For its part, the Navy has been a leader in geothermal technologies. The Navy opened its first geothermal energy plant in 1987 at its China Lake Weapons Station, the airbase of Top Gun fame. The 270-megawatt facility is one of the largest geothermal plants in the country, accounting for nearly 8 percent of all the geothermal energy produced in the US.
The military is also bringing its immense market power to the task of greening the housing market. A company called Solar City has launched “SolarStrong,” a plan to install photovoltaics on 120,000 military housing units. If Solar City reaches that goal, it would be the largest residential PV project in the US.
Green energy is not just a fad for the military. According to Dr. Peter Mansoor of The Mershon Center at the Ohio State University: “Efforts by the Department of Defense to use green energy, find new conservation techniques, and develop more efficient engines for use of fossil fuels make a great deal of sense. The outcome of these efforts will be significant cost savings, fewer carbon emissions, and an improvement in the ratio of tooth to tail in US military forces.” Mansoor should know. Before he was “Professor Mansoor” he was “Colonel Mansoor”; in his final assignment he was General David Petraeus’s right-hand man in Iraq.
The case for a leaner, greener military might seem clear cut, but the military’s push into renewable energy still has sparked controversy. The Navy’s Great Green Fleet ran into stiff headwinds from critics in Congress who complained that the military was wasting money on Secretary Mabus’s biofuels push. Senator Jim Inhofe of Oklahoma said that the Pentagon “should not be wasting time perpetrating President Obama’s global warming fantasies or his ongoing war on affordable energy.” Last year the House of Representatives passed a measure barring the military from spending, purchasing, or making investments in biofuel; the program was ultimately saved by the Senate.
To some outside observers, the political obstruction makes little sense. Peter Singer, a fellow at the Brookings Institution and the author of Wired for War, says both boosters and critics have it wrong. “Too many people are trying to tie it [military energy initiatives] to other ‘green’ efforts, whether it’s the supporters who talk about its effect on climate change mitigation or its opponents who still want to keep their head in the sand on climate change,” Singer says. “In either case, the efforts actually have value whether climate change is in motion or not. The politics of the matter are often getting in the way of national security.”

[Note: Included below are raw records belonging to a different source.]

import fc from 'fast-check'
import { describe, expect, it } from 'vitest'
import { isMissing, type Missing } from '../missing.ts'
import { twoWayAnova, type TwoWayAnova } from './two-way-anova.ts'

fc.configureGlobal({ seed: 7 })

function expectFound(result: TwoWayAnova | Missing): TwoWayAnova {
  if (isMissing(result)) throw new Error(`Missing: ${result.missing}`)
  return result
}

const table = fc.tuple(fc.integer({ min: 2, max: 6 }), fc.integer({ min: 2, max: 5 })).chain(([n, k]) =>
  fc.array(fc.array(fc.double({ min: -1e3, max: 1e3, noNaN: true }), { minLength: k, maxLength: k }), {
    minLength: n,
    maxLength: n,
  }),
)

describe('the two-way analysis of variance', () => {
  it.each([
    ['no subject', [], { missing: 'too-few-values', found: 0, needed: 2 }],
    ['one subject', [[1, 2]], { missing: 'too-few-values', found: 1, needed: 2 }],
    ['one trial', [[1], [2]], { missing: 'too-few-values', found: 1, needed: 2 }],
    ['a trial left out', [[1, 2], [3]], { missing: 'unequal-lengths' }],
    [
      'NaN',
      [
        [1, 2],
        [3, NaN],
      ],
      { missing: 'not-finite' },
    ],
    [
      'squares beyond what a number holds',
      [
        [1e200, 2],
        [3, 4],
      ],
      { missing: 'not-finite' },
    ],
  ])('gives a reason for %s', (_what, rows, reason) => {
    expect(twoWayAnova(rows)).toEqual(reason)
  })

  it('tells subjects that differ from trials that do', () => {
    expect(
      twoWayAnova([
        [1, 1],
        [3, 3],
      ]),
    ).toMatchObject({ msBetween: 4, msWithin: 0, msTrials: 0, msResidual: 0 })
    expect(
      twoWayAnova([
        [1, 3],
        [1, 3],
      ]),
    ).toMatchObject({ msBetween: 0, msWithin: 2, msTrials: 4, msResidual: 0 })
    expect(
      twoWayAnova([
        [1, 3],
        [3, 1],
      ]),
    ).toMatchObject({ msBetween: 0, msWithin: 2, msTrials: 0, msResidual: 4 })
  })

  it('splits the whole sum of squares without rest', () => {
    fc.assert(
      fc.property(table, (rows) => {
        const anova = expectFound(twoWayAnova(rows))
        const { subjects: n, trials: k } = anova
        const values = rows.flat()
        const centre = values.reduce((sum, value) => sum + value, 0) / values.length
        const whole = values.reduce((sum, value) => sum + (value - centre) ** 2, 0)
        const parts =
          (n - 1) * anova.msBetween + (k - 1) * anova.msTrials + (n - 1) * (k - 1) * anova.msResidual
        return Math.abs(parts - whole) <= 1e-9 * (1 + whole)
      }),
    )
  })

  it('does not mind the order of subjects or trials, nor a shift', () => {
    fc.assert(
      fc.property(table, fc.double({ min: -1e3, max: 1e3, noNaN: true }), (rows, shift) => {
        const turned = rows.map((row) => row.map((value) => value + shift).reverse()).reverse()
        const [here, there] = [expectFound(twoWayAnova(rows)), expectFound(twoWayAnova(turned))]
        return Object.keys(here).every((key) => {
          const name = key as keyof TwoWayAnova
          return Math.abs(here[name] - there[name]) <= 1e-6 * (1 + here[name])
        })
      }),
    )
  })
})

And that, I think, is my own bottom line. As an infantry officer I can tell you that I want these technologies. I need these initiatives. I must have them, because to fail in these is more than I can bear.
There are 14 names carved in the granite of my memory, the names of dead men and women from the wars in Afghanistan and Iraq. Seventy more people I know, loved, led, and taught, lost flesh or limbs in those same conflicts. We in uniform do not pick the wars. You, the voters, choose the leaders who decide such things. But we carry the weight. New renewable energy technologies could lessen the load that you place upon us. Not all of that load, I know, but at least some of it. And, for a soldier, “some” has to be enough.